The data sharing framework, called Account Aggregators (AAs), allows users to share their data digitally with different service providers in exchange for loans, insurance or any other financial service. The user can then decide what data they want to share, with whom to share it, for what purpose, and even revoke the authorization to access their data.

“You can think of an AA as a gateway to your financial data,” tweeted Sahamati, a collective of nonprofit account aggregators. “Users download an AA app and use it to securely link their bank and other financial accounts [such as insurance, investments, and pension funds]. Once accounts are linked, users can share data from their banks and other service providers with a single click. »

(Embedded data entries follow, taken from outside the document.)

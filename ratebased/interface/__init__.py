"""Two films and the interface between them: fluxes, interface state, derivatives."""
from .blocks import InterfaceBlocks, interface_blocks, interface_start
from .flux import interface_flux
from .records import Bulk, InterfaceDerivatives, InterfaceFlux, InterfaceStatus

__all__ = ["Bulk", "InterfaceBlocks", "InterfaceDerivatives", "InterfaceFlux", "InterfaceStatus", "interface_blocks",
           "interface_flux", "interface_start"]
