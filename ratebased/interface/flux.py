"""`interface_flux`: the interface between two bulks, solved; paths in their order, tests of the answer, errors."""
from __future__ import annotations

import warnings
from dataclasses import replace

import numpy as np
from numpy.typing import ArrayLike, NDArray

from ..arguments import batch_shape, mole_fractions, pair_matrix, positive_array, positive_scalar
from ..errors import (
    ApproximationWarning,
    HighFluxWarning,
    InputError,
    NoSolutionError,
    OtherSolutionWarning,
    PropertyRangeError,
    UnstableMixtureError,
)
from ..film import krishna_standart
from ..properties.protocol import PropertyModel
from .answer import answer
from .averaging import averaging_error
from .film_rows import FilmMethod
from .newton import Iterate
from .paths import Found, find
from .problem import entries, prepare
from .records import Bulk, InterfaceFlux, InterfaceStatus

Array = NDArray[np.float64]

ACKERMANN_LIMIT = 30.0

AVERAGING_DOUBT = 0.005
"""Estimated max|dN|/max|N| of taking [Gamma] at the mean composition of each film above which a warning is given."""


def interface_flux(vapor: Bulk, liquid: Bulk, properties: PropertyModel, P: ArrayLike, *,
                   film: FilmMethod = krishna_standart, start: InterfaceFlux | None = None, derivatives: bool = False,
                   estimate: bool = False, throw: bool = True, tolerance: float = 1e-10) -> InterfaceFlux:
    """Fluxes through the interface of two bulks: two films, equilibrium between them, one energy flux through both.

    Parameters
    ----------
    vapor, liquid : `Bulk` records; batch shapes broadcast against each other and P.
    properties : a `PropertyModel`. A model whose parameters vary over the batch has a method `entries(index)` that
        gives the model of some entries of the flattened batch.
    P : Pa, (...).
    film : film method for both films. `krishna_standart` and `linearized` are solved through their own equations, any
        other function of the same signature through differences of its N.
    start : an earlier result of the same batch shape to start from; its branch is followed, so the sign test is left
        out where this start succeeds.
    derivatives : also the derivatives by both bulk states (`InterfaceDerivatives`).
    estimate : also `error`, what the choice of one [Gamma] for each film may cost: the change of N, relative to the
        largest flux, with the 1-4-1 average of [Gamma] over interface, mean and bulk in its place (one step of Newton
        from the answer). Zero for ideal phases. Against films integrated with [Gamma] everywhere it was 0.01 to 3.5
        times the error: a flag, no bound.
    throw : False returns NaN and the `status` of a failed interface instead of raising.
    tolerance : largest error of N (relative to the largest flux), T_I (relative) and fractions, judged on the step.

    Returns
    -------
    InterfaceFlux, fluxes positive from vapour to liquid.

    Raises
    ------
    InputError : bad shapes or values; a non-condensing component in the liquid, a non-volatile one in the vapour; no
        component that passes the interface.
    NoSolutionError : no path leads to a solution (carries the last iterates z and the mask of failures).
    UnstableMixtureError : the liquid would split in two ([Gamma] with an eigenvalue <= 0).
    PropertyRangeError : T_I outside the range of the model.

    Warns
    -----
    OtherSolutionWarning : the answer lies beyond a fold from the zero-flux state: other solutions exist.
    HighFluxWarning : Ackermann exponent beyond +-30.
    ApproximationWarning : `error` (asked for by `estimate`) above 0.5 %; `film=numerical` does not help, it takes the
        same one [Gamma].

    Sources: films Krishna & Standart (1976), exact for ideal mixtures with constant coefficients, [Gamma] at the mean
    of interface and bulk otherwise; conduction Ackermann (1937).
    """
    tolerance = positive_scalar("tolerance", tolerance)
    if not callable(film):
        raise InputError(f"film: expected a film method, `krishna_standart` say, got {film!r}")
    vapor, liquid, P_array, batch = checked(vapor, liquid, properties, P)
    n = len(properties.names)
    count = int(np.prod(batch, dtype=int))
    problem = prepare(flat(vapor, batch, n), flat(liquid, batch, n), entries(properties, np.arange(count)),
                      np.broadcast_to(P_array, batch).reshape(count), film)
    found = find(problem, None if start is None else _restart(start, batch, n), tolerance)
    result, rate_factor = answer(problem, found, derivatives, batch, properties.names)
    if estimate:
        result = replace(result, error=averaging_error(problem, found, result.solved.reshape(-1)).reshape(batch))
    _report(result, found, rate_factor, throw)
    return result


# ------------------------------------------------------------------------------------------------------------- input
def checked(vapor: Bulk, liquid: Bulk, properties: PropertyModel, P: ArrayLike
             ) -> tuple[Bulk, Bulk, Array, tuple[int, ...]]:
    for label, bulk in (("vapor", vapor), ("liquid", liquid)):
        if not isinstance(bulk, Bulk):
            raise InputError(f"{label}: expected a `Bulk`, got {bulk!r}")
    if not hasattr(properties, "names"):
        raise InputError(f"properties: expected a property model, got {properties!r}")
    n = len(properties.names)
    condensable, volatile = np.asarray(properties.condensable, bool), np.asarray(properties.volatile, bool)
    if n < 2:
        raise InputError(f"properties: an interface needs two components or more, got {n}")
    if not (condensable & volatile).any():
        raise InputError("properties: no component is both condensable and volatile, nothing can pass the interface")
    checked = []
    for label, bulk, allowed, word in (("vapor", vapor, volatile, "not volatile"),
                                       ("liquid", liquid, condensable, "not condensable")):
        x = mole_fractions(f"{label}.composition", bulk.composition, n)
        wrong = (x > 0) & ~allowed
        if wrong.any():
            where = tuple(int(i) for i in np.argwhere(wrong)[0])
            raise InputError(f"{label}.composition{list(where)} = {x[where]:.6g}: {properties.names[where[-1]]} is "
                             f"{word}, its mole fraction must be 0")
        checked.append(Bulk(x, positive_array(f"{label}.temperature", bulk.temperature),
                            pair_matrix(f"{label}.kappa", bulk.kappa, n),
                            positive_array(f"{label}.heat_transfer", bulk.heat_transfer),
                            positive_array(f"{label}.molar_density", bulk.molar_density)))
    pressure = positive_array("P", P)
    shapes = {"P": pressure.shape}
    for label, b in zip(("vapor", "liquid"), checked):
        shapes |= {f"{label}.composition": b.composition.shape[:-1], f"{label}.temperature": b.temperature.shape,
                   f"{label}.kappa": b.kappa.shape[:-2], f"{label}.heat_transfer": b.heat_transfer.shape,
                   f"{label}.molar_density": b.molar_density.shape}
    batch = batch_shape(**shapes)
    low, high = getattr(properties, "T_range", (0.0, np.inf))
    for label, b in zip(("vapor", "liquid"), checked):
        outside = (b.temperature < low) | (b.temperature > high)
        if outside.any():
            where = tuple(int(i) for i in np.argwhere(outside)[0])
            raise PropertyRangeError(f"{label}.temperature{list(where) if where else ''} = {b.temperature[where]:.6g} "
                                     f"K: outside the range {low:g} to {high:g} K of the property model")
    return checked[0], checked[1], pressure, batch


def flat(bulk: Bulk, batch: tuple[int, ...], n: int) -> Bulk:
    def flat(value: Array, *core: int) -> Array:
        return np.ascontiguousarray(np.broadcast_to(value, (*batch, *core))).reshape(-1, *core)

    return Bulk(flat(bulk.composition, n), flat(bulk.temperature), flat(bulk.kappa, n, n), flat(bulk.heat_transfer),
                flat(bulk.molar_density))


def _restart(earlier: InterfaceFlux, batch: tuple[int, ...], n: int) -> Iterate:
    if not isinstance(earlier, InterfaceFlux):
        raise InputError(f"start: expected an `InterfaceFlux`, got {earlier!r}")
    if earlier.T_I.shape != batch or earlier.N.shape[-1] != n:
        raise InputError(f"start: expected a result of batch shape {batch} and {n} components, got "
                         f"{earlier.T_I.shape} and {earlier.N.shape[-1]}")
    z = np.concatenate((earlier.N, earlier.u, earlier.T_I[..., None]), axis=-1).reshape(-1, 2 * n + 1)
    good = np.asarray(np.isfinite(z).all(-1))
    return Iterate(z, earlier.y_I.reshape(-1, n), good, np.zeros(len(z), np.int64))


# ------------------------------------------------------------------------------------------------- errors and warnings
def _report(result: InterfaceFlux, found: Found, rate_factor: Array, throw: bool) -> None:
    status = result.status
    if throw and not result.solved.all():
        failed = ~result.solved
        where = tuple(int(i) for i in np.argwhere(failed)[0])
        label = f"interface{list(where) if where else ''}"
        count = f"; {int(failed.sum())} of {failed.size} interfaces failed" if failed.size > 1 else ""
        first = int(status[where])
        if first == InterfaceStatus.UNSTABLE_LIQUID:
            raise UnstableMixtureError(f"{label}: [Gamma] has an eigenvalue that is not positive between bulk and "
                                       f"interface, the liquid would split in two{count}")
        if first == InterfaceStatus.OUT_OF_RANGE:
            raise PropertyRangeError(f"{label}: T_I runs out of the temperature range of the property model{count}")
        batch = status.shape
        reached = found.reached.reshape(batch)[where]
        raise NoSolutionError(
            f"{label}: no steady interface found from zero flux, from T_L and by continuation, which came "
            f"{100 * reached:.4g} % of the way from the zero-flux state of the liquid to these bulks{count}",
            best=found.z.reshape(*batch, found.z.shape[-1]), failed=failed)
    if result.error is not None:
        doubtful = result.solved & (result.error > AVERAGING_DOUBT)
        if doubtful.any():
            where = tuple(int(i) for i in np.argwhere(doubtful)[0])
            warnings.warn(f"{int(doubtful.sum())} interface(s), the first at {list(where)}: one [Gamma] at the mean "
                          f"composition of a film may change N by {result.error[where]:.2g} of the largest flux",
                          ApproximationWarning, stacklevel=3)
    other = int((status == InterfaceStatus.OTHER_BRANCH).sum())
    if other:
        where = tuple(int(i) for i in np.argwhere(status == InterfaceStatus.OTHER_BRANCH)[0])
        warnings.warn(f"{other} interface(s), the first at {list(where)}, lie beyond a fold from the zero-flux state "
                      "of their liquid: other solutions exist (see `solutions`)", OtherSolutionWarning, stacklevel=3)
    large = result.solved & (rate_factor > ACKERMANN_LIMIT)
    if large.any():
        where = tuple(int(i) for i in np.argwhere(large)[0])
        warnings.warn(f"{int(large.sum())} interface(s), the first at {list(where)}, with sum N cp/h beyond "
                      f"{ACKERMANN_LIMIT:g}: the film model is doubtful", HighFluxWarning, stacklevel=3)
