"""Entropy production by diffusion inside one film, in the pair form, which is never negative."""
from __future__ import annotations

import numpy as np
from numpy.typing import NDArray
from scipy.linalg import expm

from ..film.blocks import film_matrix
from ..properties.protocol import GAS_CONSTANT

Array = NDArray[np.float64]

NODES, WEIGHTS = (0.5 * np.polynomial.legendre.leggauss(8)[0] + 0.5, 0.5 * np.polynomial.legendre.leggauss(8)[1])


def film_dissipation(N: Array, K: Array, bulk: Array, gamma: Array | None, side: int) -> Array:
    """R integral over the film of 1/2 sum_ij K_ij x_i x_j (N_i/x_i - N_j/x_j)^2, W/(m2 K), (...).

    The composition runs from the bulk as Gamma dx/deta = Phi x + phi (side = 1: away from the bulk along the flux, -1:
    against it), integrated by Gauss' rule of eight nodes. With Gamma = 1 it equals R sum N_i ln(x_0,i/x_d,i). A
    component that is absent adds nothing.
    """
    A = side * film_matrix(N, K)
    if gamma is not None:
        extended = np.zeros(np.broadcast_shapes(A.shape, (*gamma.shape[:-2], *A.shape[-2:])))
        extended[..., :-1, :-1] = np.linalg.inv(gamma)
        extended[..., -1, :-1] = -extended[..., :-1, :-1].sum(-2)
        A = extended @ A
    total = np.zeros(np.broadcast_shapes(A.shape[:-2], bulk.shape[:-1]))
    usable = np.asarray(np.isfinite(A).all((-1, -2)))
    A = np.where(usable[..., None, None], A, 0.0)
    for node, weight in zip(NODES, WEIGHTS):
        x = (expm(node * A) @ bulk[..., None])[..., 0]
        product = x[..., :, None] * x[..., None, :]
        cross = N[..., :, None] * x[..., None, :] - N[..., None, :] * x[..., :, None]
        present = product > 1e-300
        pair = np.where(present, K * cross ** 2 / np.where(present, product, 1.0), 0.0)
        total += weight * 0.5 * GAS_CONSTANT * pair.sum((-1, -2))
    return np.where(usable, total, np.nan)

This new system could be a game-changer for banks and insurers accessing new borrowers. Currently, the process is interrupted: a lender seeking to secure a client receives financial data in various formats, such as PDFs, paper printouts or images of bank statements, which costs money to import into systems. standard. With consent-based sharing of user data through account aggregators, credit risk assessment becomes faster, smoother, and more cost-effective.

With 1.1 billion real accounts, including the participation of India’s largest bank, the State Bank of India (SBI), some believe that the open banking framework open a $300 billion lending market by targeting small and medium enterprises.

But some privacy advocates are alarmed by the new system. “The account aggregator is doing to banking privacy what Truecaller did to caller privacy,” said Srikanth Lakshmanan, a member of Cashless Consumer, a consumer protection collective for digital payments.

While signing up for the Truecaller caller ID app, users agree to share their contacts with the company. So even if your friends haven’t signed up, their numbers and identities will automatically end up as registered identities in Truecaller’s database.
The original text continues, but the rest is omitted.